• **Work to be completed**: The data that follows is to be given again, exactly as written.

[Dataset entries]
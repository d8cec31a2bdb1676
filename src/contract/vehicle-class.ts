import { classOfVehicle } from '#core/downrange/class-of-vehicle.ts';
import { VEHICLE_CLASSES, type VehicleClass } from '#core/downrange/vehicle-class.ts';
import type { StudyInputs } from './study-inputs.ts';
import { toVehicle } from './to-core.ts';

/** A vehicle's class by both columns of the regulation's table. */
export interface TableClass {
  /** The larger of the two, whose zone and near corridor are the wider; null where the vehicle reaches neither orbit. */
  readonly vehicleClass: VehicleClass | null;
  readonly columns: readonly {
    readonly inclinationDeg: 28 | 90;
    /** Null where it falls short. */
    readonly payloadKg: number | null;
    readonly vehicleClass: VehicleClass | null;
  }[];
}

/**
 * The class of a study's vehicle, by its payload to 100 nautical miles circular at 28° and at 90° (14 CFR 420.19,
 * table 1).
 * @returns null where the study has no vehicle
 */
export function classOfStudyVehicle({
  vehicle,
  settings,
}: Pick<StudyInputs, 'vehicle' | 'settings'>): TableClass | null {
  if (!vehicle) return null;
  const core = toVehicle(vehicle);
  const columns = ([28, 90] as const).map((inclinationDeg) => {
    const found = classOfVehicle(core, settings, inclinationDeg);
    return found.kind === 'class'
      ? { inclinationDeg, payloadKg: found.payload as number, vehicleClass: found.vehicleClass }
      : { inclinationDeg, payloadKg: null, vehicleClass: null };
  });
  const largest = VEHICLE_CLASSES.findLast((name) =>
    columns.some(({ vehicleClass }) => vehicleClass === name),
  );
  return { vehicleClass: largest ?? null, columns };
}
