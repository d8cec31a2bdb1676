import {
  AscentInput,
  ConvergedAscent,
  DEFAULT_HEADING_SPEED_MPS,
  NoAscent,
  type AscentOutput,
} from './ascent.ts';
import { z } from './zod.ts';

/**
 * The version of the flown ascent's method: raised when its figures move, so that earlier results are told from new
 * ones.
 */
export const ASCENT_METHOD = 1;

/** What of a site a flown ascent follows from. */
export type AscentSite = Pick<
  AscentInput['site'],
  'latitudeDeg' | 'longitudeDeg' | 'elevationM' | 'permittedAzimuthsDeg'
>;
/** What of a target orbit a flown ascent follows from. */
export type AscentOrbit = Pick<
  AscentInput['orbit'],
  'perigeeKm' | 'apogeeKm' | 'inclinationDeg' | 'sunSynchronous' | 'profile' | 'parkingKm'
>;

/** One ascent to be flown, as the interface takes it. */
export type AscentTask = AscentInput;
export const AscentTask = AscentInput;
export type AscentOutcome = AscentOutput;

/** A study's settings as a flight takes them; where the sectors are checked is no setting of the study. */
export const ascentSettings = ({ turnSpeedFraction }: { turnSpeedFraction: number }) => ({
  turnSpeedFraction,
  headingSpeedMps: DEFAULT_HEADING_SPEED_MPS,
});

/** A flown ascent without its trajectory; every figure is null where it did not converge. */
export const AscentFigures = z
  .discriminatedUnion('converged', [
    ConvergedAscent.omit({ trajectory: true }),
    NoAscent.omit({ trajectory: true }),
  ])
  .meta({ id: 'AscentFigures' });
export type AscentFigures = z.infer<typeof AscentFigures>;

• **Response below**:
repository d8cec31a2bdb1676
filename src/contract/vehicle-class.ts
import { classOfVehicle } from '#core/downrange/class-of-vehicle.ts';
import { VEHICLE_CLASSES, type VehicleClass } from '#core/downrange/vehicle-class.ts';
import type { StudyInputs } from './study-inputs.ts';
import { toVehicle } from './to-core.ts';

/** A vehicle's class by both columns of the regulation's table. */
export interface TableClass {
  /** The larger of the two, whose zone and near corridor are the wider; null where the vehicle reaches neither orbit. */
  readonly vehicleClass: VehicleClass | null;
  readonly columns: readonly {
    readonly inclinationDeg: 28 | 90;
    /** Null where it falls short. */
    readonly payloadKg: number | null;
    readonly vehicleClass: VehicleClass | null;
  }[];
}

/**
 * The class of a study's vehicle, by its payload to 100 nautical miles circular at 28° and at 90° (14 CFR 420.19,
 * table 1).
 * @returns null where the study has no vehicle
 */
export function classOfStudyVehicle({
  vehicle,
  settings,
}: Pick<StudyInputs, 'vehicle' | 'settings'>): TableClass | null {
  if (!vehicle) return null;
  const core = toVehicle(vehicle);
  const columns = ([28, 90] as const).map((inclinationDeg) => {
    const found = classOfVehicle(core, settings, inclinationDeg);
    return found.kind === 'class'
      ? { inclinationDeg, payloadKg: found.payload as number, vehicleClass: found.vehicleClass }
      : { inclinationDeg, payloadKg: null, vehicleClass: null };
  });
  const largest = VEHICLE_CLASSES.findLast((name) =>
    columns.some(({ vehicleClass }) => vehicleClass === name),
  );
  return { vehicleClass: largest ?? null, columns };
}
repository d8cec31a2bdb1676
import {
  AscentInput,
  ConvergedAscent,
  DEFAULT_HEADING_SPEED_MPS,
  NoAscent,
  type AscentOutput,
} from './ascent.ts';
import { z } from './zod.ts';

/**
 * The version of the flown ascent's method: raised when its figures move, so that earlier results are told from new
 * ones.
 */
export const ASCENT_METHOD = 1;

/** What of a site a flown ascent follows from. */
export type AscentSite = Pick<
  AscentInput['site'],
  'latitudeDeg' | 'longitudeDeg' | 'elevationM' | 'permittedAzimuthsDeg'
>;
/** What of a target orbit a flown ascent follows from. */
export type AscentOrbit = Pick<
  AscentInput['orbit'],
  'perigeeKm' | 'apogeeKm' | 'inclinationDeg' | 'sunSynchronous' | 'profile' | 'parkingKm'
>;

/** One ascent to be flown, as the interface takes it. */
export type AscentTask = AscentInput;
export const AscentTask = AscentInput;
export type AscentOutcome = AscentOutput;

/** A study's settings as a flight takes them; where the sectors are checked is no setting of the study. */
export const ascentSettings = ({ turnSpeedFraction }: { turnSpeedFraction: number }) => ({
  turnSpeedFraction,
  headingSpeedMps: DEFAULT_HEADING_SPEED_MPS,
});

/** A flown ascent without its trajectory; every figure is null where it did not converge. */
export const AscentFigures = z
  .discriminatedUnion('converged', [
    ConvergedAscent.omit({ trajectory: true }),
    NoAscent.omit({ trajectory: true }),
  ])
  .meta({ id: 'AscentFigures' });
export type AscentFigures = z.infer<typeof AscentFigures>;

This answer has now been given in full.